A moss slurry would probably be worth trying if it were me. Especially if you arn't in a rush to see instant greenery.
Neherp came out with some recently New England Herpetoculture LLC - Terrarium & Vivarium Live Moss
This way the mix will grow whatever likes your tank conditions from spore, instead of buying live moss and killing it trying to figure out what it needs  (my specialty)


----------



## Dendro Dave (Aug 2, 2005)

Not sure OP is in USA, at least I don't recognize the location. If that is the case hard to suggest specific vendors... but my geographical knowledge is suspect at best 

In general the best moss is whatever you can get that grows. I favor the " as much and as many kinds as I can throw in there" approach, and letting them fight it out.

So whatever vendors are available, I'd try several sources if possible. A lot of the times though the best stuff comes in with mounted or fern pot grown plants from greenhouses or hobby growers.

If you can find anything sold specifically as "tropical moss", I'd try that probably. Christmas moss and the other aquatic mosses are options, as is ricca, but java is one of the least nice looking IMO, so last on my list usually.


----------



## deadsea60 (Sep 15, 2012)

I'm in England but can source most of the ones you can get in the us. Will try mix again but never really dies anything when I use it even with loads of watering. 
James


----------



## Dendro Dave (Aug 2, 2005)

deadsea60 said:


> I'm in England but can source most of the ones you can get in the us. Will try mix again but never really dies anything when I use it even with loads of watering.
> James


What substrate/hardscape materials are you using?

Tank dimensions and lighting?

Long fiber spagh makes a good bed for many mosses. And half buried or consistently moist drift wood and cork also. Basically if moss doesn't eventually show up on that stuff you must not have enough light, or something is wrong like bad tap water, over watering, to much supplement powder being dumped in the viv... or you have incredibly bad luck when it comes to sourcing moss.

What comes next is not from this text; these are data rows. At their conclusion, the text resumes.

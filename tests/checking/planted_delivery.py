"""Faults planted in what was delivered: keys, flags, ranges, pressures, positions, times and the sea floor."""

from __future__ import annotations

from datetime import timedelta
from typing import TYPE_CHECKING

import numpy as np

from pipeline.tables import floats
from tests.checking.cases import CRUISES, Case, changed, clean_casts, clean_samples, rows_of
from tests.invented import bottle_file, read

if TYPE_CHECKING:
    from collections.abc import Iterator, Sequence

    import pyarrow as pa

NO_ROWS: frozenset[int] = frozenset()


def cases() -> Iterator[Case]:
    """Yield every case of this module."""
    yield from keys_and_flags()
    yield from pressures()
    yield from floors()
    yield from positions()
    yield from times()


def keys_and_flags() -> Iterator[Case]:
    for seed in range(3):
        table = clean_samples(CRUISES[seed % 2])
        rows = rows_of(table, str(3 + 9 * seed))
        row, other = rows[3 + seed], rows[15]
        twice = changed(table, {"sample": {other: table.column("sample")[row].as_py()}})
        yield Case("duplicate-sample", f"row {other} has the number of row {row}", twice, None)
        again = changed(
            table, {"station": dict.fromkeys(rows, str(30 + seed)), "cast": dict.fromkeys(rows, 2)}
        )
        yield Case("repeated-station", f"a far station is called {30 + seed} too", again, None)
        for name in ("nitrate", "bottle_oxygen", "silicate"):
            flag = f"{name}_flag"
            yield Case("unknown-flag", f"{flag} 65", changed(table, {flag: {row: 65}}), {row})
            yield Case("flag-without-value", f"no {name}", changed(table, {name: {row: None}}), {row})
            yield Case("value-under-missing-flag", f"{flag} 9", changed(table, {flag: {row: 9}}), {row})
            whole = changed(table, {flag: dict.fromkeys(range(table.num_rows), 4)})
            yield Case("all-flagged-bad", f"every {flag} is 4", whole, None)
            for value in (-777.0, 12_623.0):
                yield Case("gross-range", f"{name} {value:g}", changed(table, {name: {row: value}}), {row})
            bad = changed(table, {name: {row: 12_623.0}, flag: {row: 4}})
            yield Case("gross-range", f"{name} is garbage, and flagged so", bad, NO_ROWS)
    extra = {"DOC": "UMOL/KG", "DOC_FLAG_I": ""}
    doubtful = [{"DOC": "45.0", "DOC_FLAG_I": flag} for flag in ("1", "3", "4")]
    yield Case(
        "igoss-flag", "DOC is doubtful and erroneous", read(bottle_file(*doubtful, extra=extra)).table, {1, 2}
    )
    good = read(bottle_file(*doubtful[:1], extra=extra)).table
    yield Case("igoss-flag", "DOC is good", good, NO_ROWS)


def pressures() -> Iterator[Case]:
    for seed in range(3):
        casts = clean_casts(CRUISES[seed % 2])
        rows = rows_of(casts, str(5 + 11 * seed))
        row = rows[40 + seed]
        pressure = floats(casts, "pressure")
        same = changed(casts, {"pressure": {row: float(pressure[row - 1])}})
        yield Case("duplicate-pressure", f"row {row} repeats the pressure before", same, {row})
        swapped = {row: float(pressure[row - 1]), row - 1: float(pressure[row])}
        yield Case("pressure-order", f"row {row} turns back", changed(casts, {"pressure": swapped}), {row})
        up = casts.take(rows[::-1])
        yield Case("pressure-order", "an upcast", up, NO_ROWS)
    yield Case(
        "duplicate-pressure",
        "bottles may share a pressure",
        read(bottle_file({"CTDPRS": "10.0"}, {"CTDPRS": "10.0"})).table,
        NO_ROWS,
    )


def floors() -> Iterator[Case]:
    for seed in range(3):
        for table in (clean_samples(CRUISES[seed % 2]), clean_casts(CRUISES[seed % 2])):
            rows = rows_of(table, str(8 + 10 * seed))
            floor = float(floats(table, "bottom_depth")[rows[0]])
            for value in (-50.0, 15_000.0, floor - 400.0, floor / 2.0, 0.0):
                wrong = changed(table, {"bottom_depth": dict.fromkeys(rows, value)})
                yield Case("bottom-depth", f"{value:.0f} m in place of {floor:.0f} m", wrong, None)
            # the sounding was made with another speed of sound
            near = changed(table, {"bottom_depth": dict.fromkeys(rows, 0.98 * floor)})
            yield Case("bottom-depth", "a sounding 2 % short", near, NO_ROWS)
            none = changed(table, {"bottom_depth": dict.fromkeys(rows, None)})
            yield Case("bottom-depth", "no sounding", none, NO_ROWS)


def section(positions: Sequence[tuple[float, float]], hours: float = 12.0) -> pa.Table:
    """Return one bottle at each position, so many hours after one another."""
    rows = []
    for i, (latitude, longitude) in enumerate(positions):
        minutes = round(60 * hours * i)
        day, minute = divmod(minutes, 1440)
        rows.append(
            {
                "STNNBR": str(i + 1),
                "LATITUDE": f"{latitude:.4f}",
                "LONGITUDE": f"{longitude:.4f}",
                "DATE": f"200902{1 + day:02d}",
                "TIME": f"{minute // 60:02d}{minute % 60:02d}",
            }
        )
    return read(bottle_file(*rows)).table


def positions() -> Iterator[Case]:
    for seed in range(3):
        table = clean_samples(CRUISES[seed % 2])
        rows = rows_of(table, str(10 + 8 * seed))
        latitude, longitude = (float(floats(table, name)[rows[0]]) for name in ("latitude", "longitude"))
        zero = changed(table, {name: dict.fromkeys(rows, 0.0) for name in ("latitude", "longitude")})
        yield Case("position-zero", "a position that was not filled in", zero, {min(rows)})
        for north, east, what in (
            (-latitude, longitude, "the sign of latitude is lost"),
            (latitude + 14.0, longitude, "a test station"),
        ):
            moved = changed(
                table, {"latitude": dict.fromkeys(rows, north), "longitude": dict.fromkeys(rows, east)}
            )
            yield Case("off-section", what, moved, {min(rows)})
            yield Case("station-speed", what, moved, {min(rows)})
    line = [(-40.0, 176.0 + 0.5 * i if i < 8 else -184.0 + 0.5 * i) for i in range(16)]
    yield Case("off-section", "over the date line", section(line, 4.0), NO_ROWS)
    yield Case("station-speed", "over the date line", section(line, 4.0), NO_ROWS)
    yield Case(
        "off-section",
        "the sign of longitude is lost",
        section(
            [(40.0, -30.0 + i) for i in range(5)] + [(40.0, 25.0)] + [(40.0, -24.0 + i) for i in range(4)]
        ),
        {5},
    )
    yield Case(
        "off-section",
        "an ocean crossed with few stations",
        section([(0.0, -150.0 + 7 * i) for i in range(8)], 40.0),
        NO_ROWS,
    )
    yield Case(
        "off-section",
        "two sections with a passage between them",
        section([(-30.0, 2.0 * i) for i in range(6)] + [(-45.0, 2.0 * i) for i in range(6)], 30.0),
        NO_ROWS,
    )
    equator = [(0.0, -4.0 + i) for i in range(9)]
    yield Case("position-zero", "a station on the equator at Greenwich", section(equator, 10.0), NO_ROWS)


def times() -> Iterator[Case]:
    for seed in range(3):
        table = clean_samples(CRUISES[seed % 2])
        rows = rows_of(table, str(12 + 6 * seed))
        clock = table.column("time").to_pylist()
        for days in (-30, 31):
            late = changed(table, {"time": {row: clock[row] + timedelta(days=days) for row in rows}})
            yield Case("clock-order", f"a station is dated {days} days off", late, {min(rows)})
        for years in (-1, 10):
            wrong = changed(
                table, {"time": {row: clock[row] + timedelta(days=365.25 * years) for row in rows}}
            )
            yield Case("departure-date", f"a station is dated {years} years off", wrong, {min(rows)})
        yield Case("departure-date", "a clean cruise", table, NO_ROWS)
        old = changed(table, {"expocode": dict.fromkeys(range(table.num_rows), "VES138_7")})
        yield Case("departure-date", "an expocode of the old kind", old, NO_ROWS)
        half = {row: clock[row] + timedelta(hours=30) for row in rows[:12]}
        yield Case("cast-time", "half a cast is dated later", changed(table, {"time": half}), None)
        quick = {row: clock[row] - timedelta(hours=11) for row in rows}
        yield Case("station-speed", "a clock that is half a day slow", changed(table, {"time": quick}), None)
        backwards = table.take(np.arange(table.num_rows)[::-1])
        yield Case("clock-order", "a list with the last cast first", backwards, NO_ROWS)
        shuffled = np.argsort(
            [str(station) for station in table.column("station").to_pylist()], kind="stable"
        )
        yield Case("clock-order", "a list by the letters of the stations", table.take(shuffled), NO_ROWS)
        yield Case("clock-order", "a clean cruise", table, NO_ROWS)
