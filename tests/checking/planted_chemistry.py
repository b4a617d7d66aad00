"""Faults of salinity, oxygen, nutrients, carbon, isotopes and units, and what looks like them and is none."""

from __future__ import annotations

from typing import TYPE_CHECKING, Any

import gsw
import numpy as np

from tests.checking.cases import Case, changed
from tests.checking.oceans import DEEP, QUANTITIES, SHELF, ocean, patch, row

if TYPE_CHECKING:
    from collections.abc import Iterator

    import pyarrow as pa
    from numpy.typing import NDArray

    from tests.checking.oceans import Quantity

    FloatArray = NDArray[np.floating[Any]]

Q = QUANTITIES
ALL = frozenset(range(10 * len(DEEP)))


def shifted(
    name: str, *places: tuple[int, int, float], table: pa.Table | None = None
) -> tuple[pa.Table, set[int]]:
    """Return a table in which samples (cast, pressure, by how much) are changed, and their rows."""
    table = ocean() if table is None else table
    values = table.column(name).to_pylist()
    cells = {row(cast, pressure): values[row(cast, pressure)] + by for cast, pressure, by in places}
    return changed(table, {name: cells}), set(cells)


def scaled(name: str, factor: float, offset: float = 0.0) -> pa.Table:
    """Return a table with a whole column in another unit."""
    table = ocean()
    cells = enumerate(table.column(name).to_pylist())
    return changed(table, {name: {number: value * factor + offset for number, value in cells}})


def plus(name: str, addition: Quantity) -> Quantity:
    """Return a quantity with something added to it."""
    return lambda at: Q[name](at) + addition(at)
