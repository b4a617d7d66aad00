"""A planted fault as a case, and the clean tables of the invented ocean that faults are planted in."""

from __future__ import annotations

from dataclasses import dataclass, replace
from functools import cache
from typing import TYPE_CHECKING

import numpy as np
import pyarrow as pa

from fixtures.ocean.delivery import bottle_sheet, cast_sheet, packed
from fixtures.ocean.section import first_cruise, second_cruise
from pipeline.checking import CHECKS
from pipeline.findings import Severity
from pipeline.reading import read_delivery
from pipeline.settings import ReadingSettings, Settings
from pipeline.tables import cast_groups, floats, with_columns
from pipeline.usable import Rows

if TYPE_CHECKING:
    from collections.abc import Mapping

    from numpy.typing import NDArray

    from fixtures.ocean.section import Cruise
    from pipeline.checking.marks import Mark

    FloatArray = NDArray[np.float64]

SETTINGS = Settings()
HEAVE_DBAR = 6.0
DISPLACED = (
    "temperature", "ctd_salinity", "bottle_salinity", "ctd_oxygen", "bottle_oxygen", "nitrate", "nitrite",
    "phosphate", "silicate", "dic", "alkalinity", "delta_carbon_13", "cfc12",
)  # fmt: skip
CRUISES = ("ZZV120090306", "ZZV220210218")


@dataclass(frozen=True)
class Case:
    """One table for one check: with a fault where it must speak, or with a look-alike where it must not.

    ``rows`` are the numbers of the rows that the check must mark (it may mark others besides); none where it
    must be silent about the whole table; None where it must speak and any row will do.
    """

    check: str
    label: str
    table: pa.Table
    rows: frozenset[int] | set[int] | None

    @property
    def must_speak(self) -> bool:
        """Whether there is a fault in the table."""
        return self.rows is None or bool(self.rows)

    def marked(self) -> set[int]:
        """Return the rows that the check marks."""
        return {int(row) for mark in marks_of(self.check, self.table) for row in mark.rows}

    def passes(self) -> bool:
        """Whether the check does on this table what it must."""
        marked = self.marked()
        if self.rows is None:
            return bool(marked)
        return set(self.rows) <= marked if self.rows else not marked


def marks_of(check: str, table: pa.Table, settings: Settings = SETTINGS) -> list[Mark]:
    """Return what one check says of a table."""
    return CHECKS[check].run(Rows(table, settings.use), settings)


def doubted(check: str, table: pa.Table) -> set[int]:
    """Return the rows about which one check raises a doubt or a fault."""
    marks = [mark for mark in marks_of(check, table) if mark.severity is not Severity.NOTE]
    return {int(row) for mark in marks for row in mark.rows}


@cache
def clean_samples(expocode: str = CRUISES[0]) -> pa.Table:
    """Return the bottle samples of an invented cruise, as read, without any fault."""
    sheet = bottle_sheet(_without_strays(expocode))
    return read_delivery(sheet.file, sheet.bytes(), ReadingSettings()).table


@cache
def clean_casts(expocode: str = CRUISES[0]) -> pa.Table:
    """Return the CTD levels of an invented cruise, as read, without any fault."""
    cruise = _without_strays(expocode)
    sheets = [cast_sheet(cruise, station) for station in cruise.stations]
    return read_delivery(sheets[0].file, packed(sheets), ReadingSettings()).table


@cache
def restless_samples(expocode: str = CRUISES[0]) -> pa.Table:
    """Return the clean samples as bottles take them in a restless sea: each from some dbar above or below.

    All quantities of a bottle come from there, as they do; the calm invented ocean is too easy on the checks.
    """
    table = clean_samples(expocode)
    pressure = floats(table, "pressure")
    heave = np.random.default_rng([1, len(expocode), int(expocode[4:8])]).normal(
        0.0, HEAVE_DBAR, len(pressure)
    )
    return _displaced(table, np.maximum(pressure + heave, 0.0))


@cache
def restless_casts(expocode: str = CRUISES[0]) -> pa.Table:
    """Return the clean CTD levels with internal waves and interleaving layers of compensated density."""
    table = clean_casts(expocode)
    pressure, cast = floats(table, "pressure"), cast_groups(table)
    random = np.random.default_rng([2, int(expocode[4:8])])
    n_cast = int(cast.max()) + 1
    waves = sum(
        HEAVE_DBAR * np.sin(pressure / length + random.uniform(0.0, 6.3, n_cast)[cast])
        for length in (17.0, 60.0, 240.0)
    )
    table = _displaced(table, np.maximum(pressure + waves, 0.0))
    core = random.uniform(150.0, 900.0, n_cast)[cast]
    layers = 0.3 * np.sin(pressure / 6.0) * np.exp(-0.5 * ((pressure - core) / 60.0) ** 2)
    warm, salt = floats(table, "temperature") + layers, floats(table, "ctd_salinity") + 0.2 * layers
    return with_columns(table, {"temperature": np.round(warm, 4), "ctd_salinity": np.round(salt, 4)})


def _displaced(table: pa.Table, source: FloatArray) -> pa.Table:
    """Return a table whose measured values are those of other pressures of the same cast, as written in files."""
    pressure, cast = floats(table, "pressure"), cast_groups(table)
    columns = {}
    for name in DISPLACED:
        if name not in table.column_names:
            continue
        values = floats(table, name)
        moved = np.full(len(values), np.nan)
        for number in range(int(cast.max()) + 1):
            here = np.flatnonzero((cast == number) & ~np.isnan(values))
            here = here[np.argsort(pressure[here])]
            if len(here):
                moved[here] = np.interp(source[here], pressure[here], values[here])
        columns[name] = np.round(moved, 4)
    return with_columns(table, columns)


def changed(table: pa.Table, columns: Mapping[str, Mapping[int, object]]) -> pa.Table:
    """Return a table with single cells changed: column name to row number to value."""
    for name, cells in columns.items():
        values = table.column(name).to_pylist()
        for row, value in cells.items():
            values[row] = value
        field = table.schema.field(name)
        table = table.set_column(table.schema.get_field_index(name), field, pa.array(values, type=field.type))
    return table


def rows_of(table: pa.Table, station: str, cast: int = 1) -> list[int]:
    """Return the row numbers of a cast, from the surface down."""
    pressure = table.column("pressure").to_pylist()
    pairs = zip(table.column("station").to_pylist(), table.column("cast").to_pylist(), strict=True)
    rows = [row for row, pair in enumerate(pairs) if pair == (station, cast)]
    return sorted(rows, key=lambda row: pressure[row])


def _without_strays(expocode: str) -> Cruise:
    """Return a cruise without the station whose number is used again, or the one far off the section."""
    cruise = next(c for c in (first_cruise(), second_cruise()) if c.expocode == expocode)
    stray = cruise.stations[-1] if cruise.stations[-1].cast > 1 else cruise.stations[0]
    return replace(cruise, stations=tuple(s for s in cruise.stations if s is not stray))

A pic might be helpful in troubleshooting the problem too.


----------



## deadsea60 (Sep 15, 2012)

The lights and dimensions are in the description (but measurements are in cm should have said). Using a expanding foam background (obviously covered), and the substrate is a mix of eco earth, sphagnum moss, orchid bark and jungle bedding. Tank is seeded with springs and woodlice (dwarf whites and tropical greys).
Using bottled spring water for my misting system.
Have an old pic but looks really different and now am at uni so cant get another one for a while.
Thanks
James


----------



## ameratsnake (Nov 2, 2014)

If you have relatively wet conditions ie a waterfall, drip wall, ext. Than I would use java moss. This moss can look amazing if grown emersed.


----------



## ameratsnake (Nov 2, 2014)

Java moss grown emersed on waterfall.


----------



## deadsea60 (Sep 15, 2012)

wow that is nice! don't have a drip wall/waterfall just semi regular misting unfortunately. Never done well with waterfalls before so stopped trying.


----------



## ameratsnake (Nov 2, 2014)

I have had bad luck with waterfalls in the past as well. I now use the sub bottom of the vivarium as the reservoir for waterfalls. Drainage is key to success.


----------



## SpaceMan (Aug 25, 2013)

Java moss is probably one of the easiest mosses, but it requires very wet conditions to prosper. So yeah -- it's best around water features/drip systems, or areas that get misted frequently. 

I've had Sphagnum moss (the dried kind you get in bags) that I used to fill cracks/holes in my background flourish into living moss. It took about a year though to come back to life. I also don't know what conditions it likes, because it went from a vibrant green to a yellow. It's either getting too much light, or too much water.


----------